When you end up with a counterfeit, you are being _defrauded_. How could
anyone be happy in that situation just because your money was refunded? I just
wanted what I was trying to buy. I didn't want free junk that wastes my time.

------
virtualritz
I was looking for a 2nd USB C charger for my new MacBook and found one[1]. It
had 378 5 star, 'verified purchase' reviews. All filed on July the 12th, 2018!

I reported this to Amazon via Twitter on July the 18th [2] (Sorry, German).

I checked yesterday and despite Amazon promising to look into this, all
reviews where still there. So I tweeted to them again and, at last, they're
deleted today.

But why is this not detected automatically? 378 verified 'customers' that all
review the product, with five stars, on the same day?? What are the chances?

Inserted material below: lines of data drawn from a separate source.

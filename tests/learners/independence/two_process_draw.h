// A simulated pair of self-exciting event streams, a -> b, shared by the
// event-test suites (test helper, no checks of its own).
#pragma once

#include <cstdint>

#include "base/random_stream.h"
#include "graph/dmg.h"
#include "sim/hawkes_model.h"
#include "sim/hawkes_simulator.h"

namespace locind::learners {

// A draw of a -> b (a, b self-exciting; baseline 0.5, loop weight 0.2,
// decay 2; no edge a -> b when weight is 0) on [0, horizon), burn-in 50.
inline sim::EventData DrawTwoProcesses(double weight, double horizon, uint64_t seed) {
  graph::Dmg g({"a", "b"});
  g.AddDirected(0, 0);
  g.AddDirected(1, 1);
  if (weight > 0) g.AddDirected(0, 1);
  sim::HawkesModel m = sim::ExponentialHawkes(graph::TruthGraph{g, {}}, 0.5, weight, 2.0, 0.2);
  sim::HawkesRunOptions o;
  o.horizon = horizon;
  o.burn_in = 50;
  base::RandomStream random(seed);
  return sim::SimulateHawkes(m, o, random).value();
}

}  // namespace locind::learners
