// Worked examples for the oracle: answers follow mu-separation in the latent
// projection (Mogensen & Hansen 2020, Ann. Statist. 48(1), Sec. 2-3).
#include "learners/independence/oracle_test.h"

#include <doctest/doctest.h>

#include "tests/graph/graph_fixtures.h"

#include "graph/dmg.h"
#include "graph/truth_graph.h"

namespace locind::learners {
namespace {

graph::Dmg Chain() { return testing::ChainWithLoops(); }

TEST_CASE("a chain is blocked by conditioning on its middle node") {
  OracleTest oracle(Chain());
  CHECK(oracle.processes() == 3);
  CHECK(oracle.kind() == "oracle");
  CHECK(oracle.names() == std::vector<std::string>{"a", "c", "b"});
  // b given {b}: the walk a -> c -> b has the non-collider c outside C.
  TestResult open = oracle.Run({2, {0}, {2}});
  CHECK(open.status == TestStatus::kOk);
  CHECK(open.p_value == 0.0);
  // b given {b, c}: c is a non-collider in C, so the walk is blocked.
  TestResult blocked = oracle.Run({2, {0}, {1, 2}});
  CHECK(blocked.p_value == 1.0);
  // Local independence is not symmetric: a is separated from b given {a}.
  CHECK(oracle.Run({0, {2}, {0}}).p_value == 1.0);
}

TEST_CASE("answers are cached by query") {
  OracleTest oracle(Chain());
  oracle.Run({2, {0}, {2}});
  oracle.Run({2, {0}, {2}});
  oracle.Run({2, {0}, {1, 2}});
  CHECK(oracle.distinct_queries() == 2);
}

TEST_CASE("a hidden mediator becomes a directed edge") {
  // a -> h -> b with h hidden: the projection has a -> b, so no C without a
  // separates b from a.
  graph::Dmg g({"a", "h", "b"});
  g.AddDirected(0, 1);
  g.AddDirected(1, 2);
  Result<OracleTest> oracle = OracleTest::FromTruth(graph::TruthGraph{g, {1}});
  REQUIRE(oracle.ok());
  OracleTest test = std::move(oracle).value();
  CHECK(test.processes() == 2);  // observed: a, b
  CHECK(test.Run({1, {0}, {1}}).p_value == 0.0);
  CHECK(test.Run({1, {0}, {}}).p_value == 0.0);
}

TEST_CASE("a hidden common driver connects its children both ways") {
  // a <- h -> b with h hidden: a <-> b in the projection.
  graph::Dmg g({"a", "h", "b"});
  g.AddDirected(1, 0);
  g.AddDirected(1, 2);
  Result<OracleTest> oracle = OracleTest::FromTruth(graph::TruthGraph{g, {1}});
  REQUIRE(oracle.ok());
  OracleTest test = std::move(oracle).value();
  CHECK(test.Run({1, {0}, {1}}).p_value == 0.0);
  CHECK(test.Run({0, {1}, {0}}).p_value == 0.0);
  // Without the hidden node the two processes are unrelated.
  graph::Dmg apart({"a", "b"});
  OracleTest separate(apart);
  CHECK(separate.Run({1, {0}, {1}}).p_value == 1.0);
}

}  // namespace
}  // namespace locind::learners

And the language of the reviews was also so similar that even a Markov model
could be used to detect they must be from the same person (or bot). No machine
learning needed.

[1] [https://www.amazon.de/MAOFINE-MacBook-Adapter-Charger-
Replac...](https://www.amazon.de/MAOFINE-MacBook-Adapter-Charger-Replacement-
white/dp/B07DKC7XS6) [2]
[https://twitter.com/virtualritz/status/1019741791422173185](https://twitter.com/virtualritz/status/1019741791422173185)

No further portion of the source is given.